Oh, I have nothing to do with that! Wouldn't read it. If I got a free copy, I would just ... I have got a collection of horrible books. I have got Dianetics by L. Ron Hubbard that has been shot by I think three or four rounds [of bullets.] I have got a copy of a Gor book by a writer called John Norman. That has been set in concrete. This has all been done by Edinburgh University Science Fiction & Fantasy Society. They always have a poll for the most-hated books each year.

My then wife supposedly accidentally got sent a copy of Margaret Thatcher's biography by her book club. So we kept it. Didn't pay for it. I drilled a hole through it, put a big steel bolt all the way through and super-glued it so you couldn't undo it. If, for some bizarre reason, I was given a copy of Blair's book, I would find something horrible to do to that as well. Certainly wouldn't read it [bursts into a big laugh]. No way.

What ‘horrible' things would you do to it?

I haven't thought of it. It took me a while to think of the bolt thing with Thatcher's one. I don't know what I would do with a Blair one. Something on the same lines. You have to make it unreadable and express your contempt for it at the same time.

You are also in favour of Scottish independence.

I have never sort of been a romantic independent. I am a pragmatic independent in that way, you know? I think an independent Scotland that is in Europe would make sense. I certainly think that especially, it kind of depends on what happens with Britain, with England, as a whole. I think that so many people seem to really resent being part of the European Union, there is a possibility you might see British politicians who want to take the whole of Britain out of the EU. That being the case, Scotland might choose to say, ‘Well we will stay within it, thank you.' Who knows?
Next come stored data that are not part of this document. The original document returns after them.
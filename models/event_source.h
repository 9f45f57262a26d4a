#pragma once
// What the processor model and the platform need of any peripheral model to bring it along in
// time: process up to an instant, and say when the next thing happens. The timer and the tick
// timer implement it, so the cpu watches both the same way (docs/architecture.md, "Firmware on the
// host").

#include "sim/clock_domain.h"

namespace models {

class event_source {
public:
    virtual ~event_source() = default;
    // Process everything that happens at or before t.
    virtual void advance_to(sim::time_ps t) = 0;
    // The earliest time something may happen that was not yet processed, or none.
    virtual bool next_event(sim::time_ps& at) const = 0;
};

}  // namespace models
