std::uint32_t field_map::register_mask() const {
    const std::uint32_t m = width >= 32 ? 0xffff'ffffu : (1u << width) - 1;
    return m << bit;
}

std::uint32_t register_map::reserved_mask() const {
    std::uint32_t used = 0;
    for (const auto& f : fields) used |= f.register_mask();
    const std::uint32_t all = width >= 32 ? 0xffff'ffffu : (1u << width) - 1;
    return all & ~used;
}

const register_map* register_layout::find(std::uint32_t offset) const {
    for (const auto& r : registers)
        if (offset >= r.offset && offset < r.offset + r.bytes()) return &r;
    return nullptr;
}

const register_map* register_layout::find(std::string_view name_) const {
    for (const auto& r : registers)
        if (r.name == name_) return &r;
    return nullptr;
}

nearest_register register_layout::nearest(std::uint64_t offset) const {
    nearest_register best;
    for (const auto& r : registers) {
        nearest_register n{&r, 0, false};
        if (offset < r.offset) {
            n.distance = r.offset - offset;
            n.below = true;
        } else if (offset >= std::uint64_t(r.offset) + r.bytes()) {
            n.distance = offset - (std::uint64_t(r.offset) + r.bytes() - 1);
        }
        if (best.reg == nullptr || n.distance < best.distance) best = n;
    }
    return best;
}
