/* The same PWM driver as saltmarsh_pwm_driver.c, written for the demo part's 16-bit timer
 * (layout timer16_quad, examples/parts/demo_timers.h): the same steps in the same order, so that
 * tests/harness/own_part_test.cpp can require both to make the same waveform. */
#ifndef DEMO_PWM_DRIVER_H
#define DEMO_PWM_DRIVER_H

#include <stdint.h>

#ifdef __cplusplus
extern "C" {
#endif

/* Where the test places the demo part's timer16_quad instance. */
#define DEMO_PWM_TIMER_ADDRESS 0x40001000u

/* Reload events counted by demo_pwm_timer_isr(). */
extern volatile uint32_t demo_reloads;

/* Stops the timer and sets it up for edge-aligned PWM on channels 0 and 1: the counter steps
 * every scale + 1 clocks through 0..limit, channel c is active while it is below duty[c]. */
void demo_pwm_init(uint16_t scale, uint16_t limit, uint16_t duty0, uint16_t duty1);
/* Enables the reload interrupt, dropping a reload flag already set. */
void demo_reload_irq_enable(void);
/* Drives channels 0 and 1 and lets the counter run. */
void demo_pwm_start(void);
/* The timer's interrupt handler: clears the reload flag (write 1 to clear) and counts. */
void demo_pwm_timer_isr(void);

#ifdef __cplusplus
}
#endif

#endif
So yeah, I am a pragmatic Scottish National Party supporter. But also because they have had more left-wing policies than the other major parties in Scotland. We will see how that changes.
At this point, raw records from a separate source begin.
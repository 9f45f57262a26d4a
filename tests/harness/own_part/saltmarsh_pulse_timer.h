/* The pulse timer of the Saltmarsh sample part, a fictional part of our own design
 * (docs/register-layouts.md, "Bring your own part"), as its datasheet describes it: the registers
 * as a struct at their real offsets, their bits, and a small PWM driver that reaches them through
 * volatile pointers only. tests/data/parts/saltmarsh_pulse_timer.toml tells Tickbench the same;
 * tests/bus/sample_part_test.cpp checks that the two agree, and tests/harness/own_part_test.cpp
 * runs the driver unmodified on the simulated part.
 */
#ifndef SALTMARSH_PULSE_TIMER_H
#define SALTMARSH_PULSE_TIMER_H

#include <stdint.h>

#ifdef __cplusplus
extern "C" {
#endif

typedef struct {
    volatile uint32_t ctl;     /* 0x00 control */
    volatile uint32_t div;     /* 0x04 the counter steps every div + 1 clocks (buffered) */
    volatile uint32_t top;     /* 0x08 the last count of a cycle */
    volatile uint32_t now;     /* 0x0c the counter (bits 0..15), RISING (bit 16, read-only) */
    volatile uint32_t cmp[3];  /* 0x10 compare value of pins 0, 1, 2 */
    volatile uint32_t pin_cfg; /* 0x1c one byte per pin: pin p at bits 8p..8p+7 */
    volatile uint32_t irq_on;  /* 0x20 interrupt enables, the bits of pend */
    volatile uint32_t pend;    /* 0x24 events seen; write 0 to a bit to clear it, 1 leaves it */
    volatile uint32_t cmd;     /* 0x28 commands, write-only */
} saltmarsh_pulse_timer;

/* Where the part places its pulse timer. */
#define SALT_PT0_ADDRESS 0x61000400u
#define SALT_PT0 ((saltmarsh_pulse_timer*)(uintptr_t)SALT_PT0_ADDRESS)

/* ctl */
#define SALT_CTL_HALT 0x0001u                     /* 1: the counter stands still */
#define SALT_CTL_STYLE(s) ((uint32_t)(s) << 1)    /* SALT_STYLE_* */
#define SALT_CTL_DIR_DOWN 0x0008u                 /* edge style: 1 counts down */
#define SALT_CTL_SINGLE 0x0010u                   /* halt at the next wrap */
#define SALT_CTL_TOP_BUFFERED 0x0020u             /* top writes wait for a wrap */
#define SALT_CTL_RELOAD(r) ((uint32_t)(r) << 8)   /* SALT_RELOAD_* */
#define SALT_CTL_TRIGGER(t) ((uint32_t)(t) << 12) /* SALT_TRIGGER_* */
#define SALT_CTL_STYLE_MASK (SALT_CTL_STYLE(3) | SALT_CTL_DIR_DOWN)
#define SALT_CTL_RELOAD_MASK SALT_CTL_RELOAD(3)
#define SALT_CTL_TRIGGER_MASK SALT_CTL_TRIGGER(7)
/* counting styles; edge counts one way (SALT_CTL_DIR_DOWN), the others up and down */
#define SALT_STYLE_EDGE 0u
#define SALT_STYLE_CENTER_FALLING 1u /* compare events on the falling slope */
#define SALT_STYLE_CENTER_RISING 2u  /* ... on the rising slope */
#define SALT_STYLE_CENTER_BOTH 3u    /* ... on both */
/* what a wrap and a reload command do */
#define SALT_RELOAD_NEVER 0u         /* wraps load nothing; the command moves the counter only */
#define SALT_RELOAD_ALWAYS 1u        /* every wrap and command loads and raises WRAP */
#define SALT_RELOAD_QUIET_COMMAND 3u /* as ALWAYS, but the command raises no WRAP */
/* what the trigger output follows */
#define SALT_TRIGGER_WRAP 0u
#define SALT_TRIGGER_MATCH(p) (4u + (p))
#define SALT_TRIGGER_OFF 7u

/* now */
#define SALT_NOW_RISING 0x00010000u /* 1 while the counter counts up */

/* one pin_cfg byte; place it with SALT_PIN_BYTE(p, byte) */
#define SALT_PIN_FUNCTION(f) ((uint32_t)(f)) /* SALT_FN_* */
#define SALT_PIN_DRIVE 0x08u                 /* 0: the pin sits inactive */
#define SALT_PIN_HIGH 0x10u                  /* 1: the pin is high while active (reset 1) */
#define SALT_PIN_BUFFERED 0x20u              /* cmp writes wait for a wrap */
#define SALT_PIN_BYTE(p, byte) ((uint32_t)(byte) << (8u * (p)))
#define SALT_FN_LOW 0u         /* inactive */
#define SALT_FN_HIGH 1u        /* active */
#define SALT_FN_SET 2u         /* active at a compare event */
#define SALT_FN_CLEAR 3u       /* inactive at a compare event */
#define SALT_FN_TOGGLE 4u      /* flips at a compare event */
#define SALT_FN_FROZEN 5u      /* keeps its level (reset) */
#define SALT_FN_PULSE_BELOW 6u /* active while the counter is below cmp */
#define SALT_FN_PULSE_FROM 7u  /* active while the counter is at or above cmp */

/* irq_on and pend */
#define SALT_EVENT_WRAP 0x1u
#define SALT_EVENT_MATCH(p) (1u << (1u + (p)))

/* cmd */
#define SALT_CMD_RELOAD_NOW 0x1u /* load the buffered values and restart the count now */

/* ---- driver ---- */

/* Wraps counted by salt_pulse_timer_isr(). */
extern volatile uint32_t salt_wraps;

/* Halts `t` and sets it up for edge-aligned PWM on pins 0 and 1: the counter steps every
 * divider + 1 clocks through 0..top, pin p is active while it is below duty[p]. */
void salt_pwm_init(saltmarsh_pulse_timer* t, uint16_t divider, uint16_t top, uint16_t duty0,
                   uint16_t duty1);
/* Enables the WRAP interrupt of `t`, dropping a WRAP already pending. */
void salt_wrap_irq_enable(saltmarsh_pulse_timer* t);
/* Drives pins 0 and 1 and lets the counter run. */
void salt_pwm_start(saltmarsh_pulse_timer* t);
/* The pulse timer's interrupt handler: clears WRAP the part's way (writing 0 to it) and counts. */
void salt_pulse_timer_isr(void);

#ifdef __cplusplus
}
#endif

#endif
I think Scottish Labour might swing further to the left and try and distinguish themselves from the British Labour party as it were a bit more. But that remains to be seen.

You have as a writer called for the boycott of Israel. What made you take this step?
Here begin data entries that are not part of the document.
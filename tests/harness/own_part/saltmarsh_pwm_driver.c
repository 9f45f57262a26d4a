/* A PWM driver for the Saltmarsh sample part's pulse timer, written against its datasheet
 * (saltmarsh_pulse_timer.h) as a driver that ships: plain volatile register accesses. */
#include "saltmarsh_pulse_timer.h"

volatile uint32_t salt_wraps;

void salt_pwm_init(saltmarsh_pulse_timer* t, uint16_t divider, uint16_t top, uint16_t duty0,
                   uint16_t duty1) {
    t->ctl |= SALT_CTL_HALT;
    t->div = divider;
    t->top = top;
    t->cmp[0] = duty0;
    t->cmp[1] = duty1;
    t->ctl = (t->ctl & ~(SALT_CTL_STYLE_MASK | SALT_CTL_RELOAD_MASK | SALT_CTL_TRIGGER_MASK)) |
             SALT_CTL_STYLE(SALT_STYLE_EDGE) | SALT_CTL_RELOAD(SALT_RELOAD_ALWAYS) |
             SALT_CTL_TRIGGER(SALT_TRIGGER_OFF);
    /* div is buffered: the reload command makes it count now, from 0. */
    t->cmd = SALT_CMD_RELOAD_NOW;
}

void salt_wrap_irq_enable(saltmarsh_pulse_timer* t) {
    t->pend = ~SALT_EVENT_WRAP;
    t->irq_on |= SALT_EVENT_WRAP;
}

void salt_pwm_start(saltmarsh_pulse_timer* t) {
    const uint32_t pwm = SALT_PIN_FUNCTION(SALT_FN_PULSE_BELOW) | SALT_PIN_DRIVE | SALT_PIN_HIGH;
    t->pin_cfg = SALT_PIN_BYTE(0, pwm) | SALT_PIN_BYTE(1, pwm) |
                 SALT_PIN_BYTE(2, SALT_PIN_FUNCTION(SALT_FN_FROZEN) | SALT_PIN_HIGH);
    t->ctl &= ~SALT_CTL_HALT;
}

void salt_pulse_timer_isr(void) {
    saltmarsh_pulse_timer* t = SALT_PT0;
    if (t->pend & SALT_EVENT_WRAP) {
        t->pend = ~SALT_EVENT_WRAP;
        salt_wraps = salt_wraps + 1u;
    }
}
The final straw was the attack on the peace convoy. I mean it's a hit where it hurts kind of thing.

I think the sports boycott of South Africa really hurt the South Africans, because they weren't bothered about intellectual stuff so much but sports really matters to them.

In the same way, the Jewish people are rightly proud of their intellectual history. So even talking about intellectual boycott or artistic boycott — that hits where it hurts.

It's a sad thing to have to even suggest doing something like that. But I think the treatment the Palestinian people are getting is so grotesque, so unbalanced and just so cruel. So you have got to try and do something.

It's a very small thing to be trying to do. But it is kind of all I have got at my command, as it were.

How has politics had an impact on your work as a science fiction writer?

Not enough, I think. I would like to be more political but I struggle to make it happen. I think there is a kind of background political stuff going on in the Culture. Culture is where I think society ought to be heading. It's my ideal society. There is politics on a fairly superficial level in most of the mainstream novels. But it is usually a character who is kind of my mouthpiece, spouting left-wing rants or whatever. I'd love to get the politics on a deeper level. But I struggle to do that. It just doesn't seem to be in me, I am afraid, which is a shame. However, I remain optimistic and still have ambition, so maybe one day I will write a proper political novel.

Finally, who in your view is the greatest contemporary British writer?

Oh, I honestly don't know. I am really bad at that sort of stuff. I have so many books behind, you know years behind, usually. I have never read any of the Booker prize nominees for any given year. I am almost tempted to go really left-field and say someone like Alan Moore or maybe Alasdair Gray. But I don't know, I am not very good at these questions. It's not the way my mind tends to work. I am not good with lists either. Let's say Alan Moore for the sake of it. Yeah.

And Scottish?

Definitely Alasdair Gray.

- Syed Hamad Ali is an independent writer based in Cambridge, UK.